**Exercise**: Every line below that holds "append" must be copied.

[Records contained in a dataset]
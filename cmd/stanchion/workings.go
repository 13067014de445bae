package main

import (
	"errors"
	"fmt"
	"slices"
	"strings"

	"stanchion/design"
	"stanchion/design/working"
	"stanchion/schedule"
	"stanchion/schedule/summary"
)

// workings are members with their results, whose working can be written down.
type workings struct {
	lines []summary.Line // in the order of the schedule
	run   *working.Run
}

// again prepares the members to be assessed once more.
func (w *workings) again(r *run) {
	columns, results := make([]design.Column, len(w.lines)), make([]design.Result, len(w.lines))
	for i := range w.lines {
		columns[i], results[i] = w.lines[i].Member.Column, w.lines[i].Result
	}
	set := r.engine.Settings()
	w.run = working.NewRun(r.section, &set, columns, results)
}

// sheet writes the working of a member down. The error says why there is none.
func (w *workings) sheet(i int) (*working.Sheet, error) {
	m, res := w.lines[i].Member, &w.lines[i].Result
	if len(m.Problems) > 0 {
		return nil, fmt.Errorf("%s: not read: %w", m.Column.Mark, m.Problems[0])
	}
	sheet, err := w.run.Sheet(i)
	if err != nil {
		switch note := schedule.Note(m, res); {
		case strings.Contains(note, err.Error()):
			err = errors.New(note) // a refusal: its note says all
		case note != "":
			err = fmt.Errorf("%w: %s", err, note)
		}
		return nil, fmt.Errorf("%s: %w", m.Column.Mark, err)
	}
	return sheet, nil
}

// missing returns an error that names a mark which no member has, and those
// like it.
func (w *workings) missing(file string, marks []string) error {
	seen := w.seen()
	for _, mark := range marks {
		if slices.ContainsFunc(seen, func(s string) bool { return sameMark(mark, s) }) {
			continue
		}
		message := fmt.Sprintf("%s: no column is marked %q", file, mark)
		if near := nearest(mark, seen); len(near) > 0 {
			message += ": did you mean " + strings.Join(near, ", ") + "?"
		} else if len(seen) > 0 {
			const some = 5
			message += ": its marks are " + strings.Join(seen[:min(some, len(seen))], ", ")
			if more := len(seen) - some; more > 0 {
				message += fmt.Sprintf(" and %d more", more)
			}
		}
		return fmt.Errorf("%s", message)
	}
	return nil
}

// seen returns every mark.
func (w *workings) seen() []string {
	marks := make([]string, len(w.lines))
	for i := range w.lines {
		marks[i] = w.lines[i].Member.Column.Mark
	}
	return marks
}
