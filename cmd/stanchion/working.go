package main

import (
	"context"
	"fmt"
	"io"
	"slices"
	"strings"

	"github.com/agnivade/levenshtein"
	"github.com/spf13/cobra"

	"stanchion/design"
	"stanchion/design/search"
	"stanchion/design/working"
	"stanchion/schedule"
	"stanchion/schedule/calcsheet"
)

func workingCommand(con *console) *cobra.Command {
	var f runFlags
	c := &cobra.Command{
		Use:   "working FILE MARK...",
		Short: "show how columns were designed, step by step",
		Long: "Designs a column schedule as `size` does and prints the working of the columns with these marks:\n" +
			"every step from section to utilisation with symbols, numbers, units and clauses, so that someone\n" +
			"with a pocket calculator can follow it. A mark that stands for several lengths prints them all.\n\n" +
			settingsHelp() + "\n\n" + exitStatuses + "\n\n" + cautionHelp,
		Example: `  stanchion working examples/ottermere-depot.xlsx A1-01
  stanchion working loads.csv C12 C13 > checked.txt
  stanchion working loads.xlsx C12 --set national=EN`,
		Args: fileAndMarks,
		RunE: func(c *cobra.Command, args []string) error {
			return newRun(con, c, &f, args[0], search.Size).working(c.Context(), args[1:])
		},
	}
	f.bindReading(c)
	return c
}

// fileAndMarks takes a schedule and at least one mark.
func fileAndMarks(c *cobra.Command, args []string) error {
	switch len(args) {
	case 0:
		return usage(c, "no schedule: name the file and the marks to show")
	case 1:
		return usage(c, "no mark: name the columns of %s to show", args[0])
	}
	return nil
}

// designed is a member with its result.
type designed struct {
	member *schedule.Member
	result design.Result
}

// pick keeps the members with chosen marks, in the order of the schedule; all
// where no marks are given.
type pick struct {
	marks   []string
	members []designed
	seen    []string // every mark
}

func (p *pick) put(m *schedule.Member, res *design.Result) error {
	p.seen = append(p.seen, m.Column.Mark)
	if len(p.marks) == 0 || slices.ContainsFunc(p.marks, func(mark string) bool { return sameMark(mark, m.Column.Mark) }) {
		p.members = append(p.members, designed{m, *res})
	}
	return nil
}

func (p *pick) finish(context.Context) error { return nil }

// sameMark reports whether a mark was meant, in whatever case.
func sameMark(given, mark string) bool {
	return strings.EqualFold(strings.TrimSpace(given), strings.TrimSpace(mark))
}

// missing returns an error that names a mark which no member has, and those
// like it.
func (p *pick) missing(file string) error {
	for _, mark := range p.marks {
		if slices.ContainsFunc(p.members, func(d designed) bool { return sameMark(mark, d.member.Column.Mark) }) {
			continue
		}
		message := fmt.Sprintf("%s: no column is marked %q", file, mark)
		if near := nearest(mark, p.seen); len(near) > 0 {
			message += ": did you mean " + strings.Join(near, ", ") + "?"
		}
		return fmt.Errorf("%s", message)
	}
	return nil
}

// nearest returns up to three different marks that differ least from one.
func nearest(mark string, marks []string) []string {
	type near struct {
		mark string
		far  int
	}
	var list []near
	for _, m := range marks {
		far := levenshtein.ComputeDistance(strings.ToLower(mark), strings.ToLower(m))
		if far <= max(2, len(mark)/3) && !slices.ContainsFunc(list, func(n near) bool { return n.mark == m }) {
			list = append(list, near{m, far})
		}
	}
	slices.SortStableFunc(list, func(a, b near) int { return a.far - b.far })
	var names []string
	for _, n := range list[:min(3, len(list))] {
		names = append(names, n.mark)
	}
	return names
}

// picked designs the schedule and returns the members with these marks.
func (r *run) picked(ctx context.Context, marks []string) (*pick, error) {
	if err := r.flags.check(r.cmd); err != nil {
		return nil, err
	}
	if err := r.read(ctx); err != nil {
		return nil, err
	}
	defer r.source.Close()
	p := &pick{marks: marks}
	r.out, r.tally = &outputs{sinks: []sink{p}}, newTally(r)
	if err := r.design(ctx); err != nil {
		return nil, err
	}
	return p, p.missing(r.input)
}

// working prints the working of the members with these marks.
func (r *run) working(ctx context.Context, marks []string) error {
	p, err := r.picked(ctx, marks)
	if err != nil {
		return err
	}
	var count [4]int
	for i := range p.members {
		d := &p.members[i]
		count[d.result.Status]++
		if err := r.show(r.con.out, d); err != nil {
			return err
		}
	}
	return verdict(&count)
}

// show prints the working of one member, or says why there is none.
func (r *run) show(w io.Writer, d *designed) error {
	sheet, err := r.sheetOf(d)
	if err != nil {
		r.con.fail(err)
		return nil
	}
	if err := calcsheet.Text(w, sheet); err != nil {
		return err
	}
	_, err = fmt.Fprintln(w)
	return err
}

// sheetOf writes the working of a member down. The error says why there is
// none.
func (r *run) sheetOf(d *designed) (*working.Sheet, error) {
	name := d.member.Column.Mark
	if len(d.member.Problems) > 0 {
		return nil, fmt.Errorf("%s: not read: %w", name, d.member.Problems[0])
	}
	set := r.engine.Settings()
	sheet, err := working.Again(r.section, &set, &d.member.Column, &d.result)
	if err != nil {
		if note := schedule.Note(d.member, &d.result); note != "" {
			err = fmt.Errorf("%w: %s", err, note)
		}
		return nil, fmt.Errorf("%s: %w", name, err)
	}
	return sheet, nil
}
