package main

import (
	"context"
	"errors"
	"fmt"
	"slices"
	"strings"

	"github.com/agnivade/levenshtein"
	"github.com/spf13/cobra"

	"stanchion/design"
	"stanchion/design/search"
	"stanchion/design/working"
	"stanchion/schedule"
	"stanchion/schedule/calcsheet"
)

func workingCommand(con *console) *cobra.Command {
	var f runFlags
	c := &cobra.Command{
		Use:   "working FILE MARK...",
		Short: "show how columns were designed, step by step",
		Long: "Designs a column schedule as `size` does and prints the working of the columns with these marks:\n" +
			"every step from section to utilisation with symbols, numbers, units and clauses, so that someone\n" +
			"with a pocket calculator can follow it. A mark that stands for several lengths prints them all.\n\n" +
			settingsHelp() + "\n\n" + exitStatuses + "\n\n" + cautionHelp,
		Example: `  stanchion working examples/ottermere-depot.xlsx A1-01
  stanchion working loads.csv C12 C13 > checked.txt
  stanchion working loads.xlsx C12 --set national=EN`,
		Args: fileAndMarks,
		RunE: func(c *cobra.Command, args []string) error {
			return newRun(con, c, &f, args[0], search.Size).working(c.Context(), args[1:])
		},
	}
	f.bindReading(c)
	return c
}

// fileAndMarks takes a schedule and at least one mark.
func fileAndMarks(c *cobra.Command, args []string) error {
	switch len(args) {
	case 0:
		return usage(c, "no schedule: name the file and the marks to show")
	case 1:
		return usage(c, "no mark: name the columns of %s to show", args[0])
	}
	return nil
}

// designed is a member with its result.
type designed struct {
	member *schedule.Member
	result design.Result
}

// pick keeps the members, and knows those with chosen marks: all where no
// marks are given.
type pick struct {
	marks   []string
	all     []designed // in the order of the schedule
	members []int      // the chosen ones
	run     *working.Run
}

func (p *pick) put(m *schedule.Member, res *design.Result) error {
	if len(p.marks) == 0 || slices.ContainsFunc(p.marks, func(mark string) bool { return sameMark(mark, m.Column.Mark) }) {
		p.members = append(p.members, len(p.all))
	}
	p.all = append(p.all, designed{m, *res})
	return nil
}

func (p *pick) finish(context.Context) error { return nil }

// sameMark reports whether a mark was meant, in whatever case.
func sameMark(given, mark string) bool {
	return strings.EqualFold(strings.TrimSpace(given), strings.TrimSpace(mark))
}

// missing returns an error that names a mark which no member has, and those
// like it.
func (p *pick) missing(file string) error {
	for _, mark := range p.marks {
		if slices.ContainsFunc(p.members, func(i int) bool { return sameMark(mark, p.all[i].member.Column.Mark) }) {
			continue
		}
		message := fmt.Sprintf("%s: no column is marked %q", file, mark)
		seen := p.seen()
		if near := nearest(mark, seen); len(near) > 0 {
			message += ": did you mean " + strings.Join(near, ", ") + "?"
		} else if len(seen) > 0 {
			const some = 5
			message += ": its marks are " + strings.Join(seen[:min(some, len(seen))], ", ")
			if more := len(seen) - some; more > 0 {
				message += fmt.Sprintf(" and %d more", more)
			}
		}
		return fmt.Errorf("%s", message)
	}
	return nil
}

// seen returns every mark.
func (p *pick) seen() []string {
	marks := make([]string, len(p.all))
	for i := range p.all {
		marks[i] = p.all[i].member.Column.Mark
	}
	return marks
}

// nearest returns up to three different marks that differ least from one.
func nearest(mark string, marks []string) []string {
	type near struct {
		mark string
		far  int
	}
	var list []near
	for _, m := range marks {
		far := levenshtein.ComputeDistance(strings.ToLower(mark), strings.ToLower(m))
		if far <= max(2, len(mark)/3) && !slices.ContainsFunc(list, func(n near) bool { return n.mark == m }) {
			list = append(list, near{m, far})
		}
	}
	slices.SortStableFunc(list, func(a, b near) int { return a.far - b.far })
	var names []string
	for _, n := range list[:min(3, len(list))] {
		names = append(names, n.mark)
	}
	return names
}

// picked designs the schedule and returns the members with these marks.
func (r *run) picked(ctx context.Context, marks []string) (*pick, error) {
	if err := r.flags.check(r.cmd); err != nil {
		return nil, err
	}
	if err := r.read(ctx); err != nil {
		return nil, err
	}
	defer r.source.Close()
	p := &pick{marks: marks}
	r.out, r.tally = &outputs{sinks: []sink{p}}, newTally(r)
	if err := r.design(ctx); err != nil {
		return nil, err
	}
	if err := p.missing(r.input); err != nil {
		return nil, err
	}
	p.run = r.again(p.all)
	return p, nil
}

// again prepares the working of designed members.
func (r *run) again(all []designed) *working.Run {
	columns, results := make([]design.Column, len(all)), make([]design.Result, len(all))
	for i := range all {
		columns[i], results[i] = all[i].member.Column, all[i].result
	}
	set := r.engine.Settings()
	return working.NewRun(r.section, &set, columns, results)
}

// working prints the working of the members with these marks.
func (r *run) working(ctx context.Context, marks []string) error {
	p, err := r.picked(ctx, marks)
	if err != nil {
		return err
	}
	var count [4]int
	for _, i := range p.members {
		count[p.all[i].result.Status]++
		sheet, err := p.sheet(i)
		if err != nil {
			r.con.fail(err)
			continue
		}
		if err := calcsheet.Text(r.con.out, sheet); err != nil {
			return err
		}
		if _, err := fmt.Fprintln(r.con.out); err != nil {
			return err
		}
	}
	return verdict(&count)
}

// sheet writes the working of a member down. The error says why there is none.
func (p *pick) sheet(i int) (*working.Sheet, error) {
	m, res := p.all[i].member, &p.all[i].result
	if len(m.Problems) > 0 {
		return nil, fmt.Errorf("%s: not read: %w", m.Column.Mark, m.Problems[0])
	}
	sheet, err := p.run.Sheet(i)
	if err != nil {
		switch note := schedule.Note(m, res); {
		case strings.Contains(note, err.Error()):
			err = errors.New(note) // a refusal: its note says all
		case note != "":
			err = fmt.Errorf("%w: %s", err, note)
		}
		return nil, fmt.Errorf("%s: %w", m.Column.Mark, err)
	}
	return sheet, nil
}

**Result**:
	p.seen = append(p.seen, m.Column.Mark)
		p.members = append(p.members, designed{m, *res})
			list = append(list, near{m, far})
		names = append(names, n.mark)
		p.members = append(p.members, len(p.all))
	p.all = append(p.all, designed{m, *res})
			list = append(list, near{m, far})
		names = append(names, n.mark)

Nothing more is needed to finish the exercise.